Леонтьев писал: двуглавый орел мирно осеняет крылами своими крест и полумесяц. Сердцем, однако, Леонтьев понимал: крест и полумесяц выше государственных крыльев.
Сегодня говорят: мусульманские автономии связаны с Россией цивилизационно. Конечно, цивилизационные связи весьма важны – так же, впрочем, как и государственные, – и все же: крест и полумесяц выше цивилизационных рамок.
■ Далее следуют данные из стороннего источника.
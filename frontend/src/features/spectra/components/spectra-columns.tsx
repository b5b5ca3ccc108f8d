import type { SpectrumRow } from '@contracts/ingest';
import { Link } from 'react-router-dom';
import { createColumnHelper, rowPaginationFeature, rowSortingFeature, tableFeatures } from '@tanstack/react-table';
import { Badge } from '@/components/ui/badge';
import { FilePath } from '@/components/ui/file-path';
import { formatCount, formatRedshift, formatRedshiftError } from '@/lib/format';
import { CLASS_LABELS, CLASS_TONES, isSpectrumClass } from './spectrum-class';

// Sorting and paging are done by the server; the table only holds their state.
export const spectraFeatures = tableFeatures({ rowSortingFeature, rowPaginationFeature });
const helper = createColumnHelper<typeof spectraFeatures, SpectrumRow>();

const LINK_METHODS: Record<string, string> = {
  'file-name': 'by file name',
  'object-keyword': 'by OBJECT keyword',
  position: 'by position',
  manual: 'by hand',
};

function TargetCell({ row }: { row: SpectrumRow }) {
  if (!row.target) return <span className="italic text-ink-500">not linked</span>;
  return (
    <span className="flex flex-col">
      <span className="num font-medium">{row.target.catalogueId}</span>
      {row.linkMethod ? <span className="text-xs text-ink-500">{LINK_METHODS[row.linkMethod] ?? row.linkMethod}</span> : null}
    </span>
  );
}

function RedshiftCell({ row }: { row: SpectrumRow }) {
  if (row.zBest === null) return <span className="text-ink-400">—</span>;
  return (
    <span className="num whitespace-nowrap">
      {formatRedshift(row.zBest)}
      {row.zBestErr !== null ? <span className="text-ink-500"> ± {formatRedshiftError(row.zBestErr)}</span> : null}
    </span>
  );
}

/** Column ids are the server's sort keys, so a header click maps straight onto `sort=`. */
export const spectraColumns = helper.columns([
  helper.accessor((r) => r.target?.catalogueId, { id: 'target', header: 'Target', cell: (c) => <TargetCell row={c.row.original} /> }),
  helper.accessor('fileName', {
    id: 'fileName',
    header: 'File',
    // The file name opens the spectrum on the inspection screen.
    cell: (c) => (
      <Link to={`/spectra/${c.row.original.id}`} className="text-blueend-600 hover:underline">
        <FilePath path={c.getValue()} />
      </Link>
    ),
  }),
  helper.accessor('instrument', { id: 'instrument', header: 'Instrument', cell: (c) => c.getValue() ?? <span className="text-ink-400">—</span> }),
  helper.display({
    id: 'pixels',
    // Headings are set in capitals; the symbols keep their case so λ and σ do not turn into Λ and Σ.
    header: () => (
      <>
        Pixels · <span className="normal-case">λ</span> range (Å)
      </>
    ),
    cell: (c) => {
      const r = c.row.original;
      return (
        <span className="num whitespace-nowrap">
          {formatCount(r.pixels)} · {r.wavelengthMin.toFixed(0)}–{r.wavelengthMax.toFixed(0)}
        </span>
      );
    },
  }),
  helper.accessor('snrMedian', {
    id: 'snr',
    header: 'S/N',
    sortDescFirst: true,
    cell: (c) => <span className="num">{c.getValue() === null ? '—' : c.getValue()!.toFixed(1)}</span>,
  }),
  helper.accessor('scanState', {
    id: 'scanState',
    header: 'Scan',
    enableSorting: false,
    cell: (c) => <Badge tone={c.getValue() === 'scanned' ? 'success' : 'ink'}>{c.getValue()}</Badge>,
  }),
  helper.accessor('zBest', { id: 'z', header: () => (
      <>
        Top <span className="normal-case">z ± σ</span>
      </>
    ), cell: (c) => <RedshiftCell row={c.row.original} /> }),
  helper.accessor('spectrumClass', {
    id: 'class',
    header: 'Class',
    cell: (c) => {
      const v = c.getValue();
      if (v === null) return <span className="text-ink-400">—</span>;
      return isSpectrumClass(v) ? <Badge tone={CLASS_TONES[v]}>{CLASS_LABELS[v]}</Badge> : <Badge>{v}</Badge>;
    },
  }),
  helper.accessor('readingsDone', {
    id: 'readings',
    header: 'Readings',
    enableSorting: false,
    // Counts only: who read what stays blind here.
    cell: (c) => {
      const { readingsDone, readingsAssigned } = c.row.original;
      if (readingsAssigned === 0) return <span className="text-ink-500">not assigned</span>;
      return (
        <span className="num" title={`${readingsDone} of ${readingsAssigned} assigned readings saved`}>
          {readingsDone} / {readingsAssigned}
        </span>
      );
    },
  }),
]);

export const NUMERIC_COLUMNS = new Set(['snr', 'z']);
При всем том мусульманские автономии, оказавшиеся посреди России, «обречены» оставаться с нею. И тут к месту вспомнить, что христианами и мусульманами в их многовековом совместном проживании (и не только в России, но также, например, на Ближнем Востоке) наработан огромный опыт взаимной терпимости, нуждающейся, как говорится, в творческом развитии. Вот только слово «терпимость» (слишком стершееся в наши дни, слишком много формального в себе заключающее) я хотел бы заменить чем-то другим. Скажем так: нужен духовный (в собственном смысле, то есть религиозный) modus vivendi, предполагающий как неизбежный момент соперничества, так и момент соратничества. О последнем хорошо сказал арабский философ и богослов X века Икхван ал-Сафа: в царстве духа, в отличие от царства кесаря, притязания на одну и ту же территорию делают союзниками, а не врагами.
Напомню, однако, что вопрос отношений с исламом на сегодня – гораздо больший, чем вопрос отношений с мусульманами, «внутренними» и «внешними».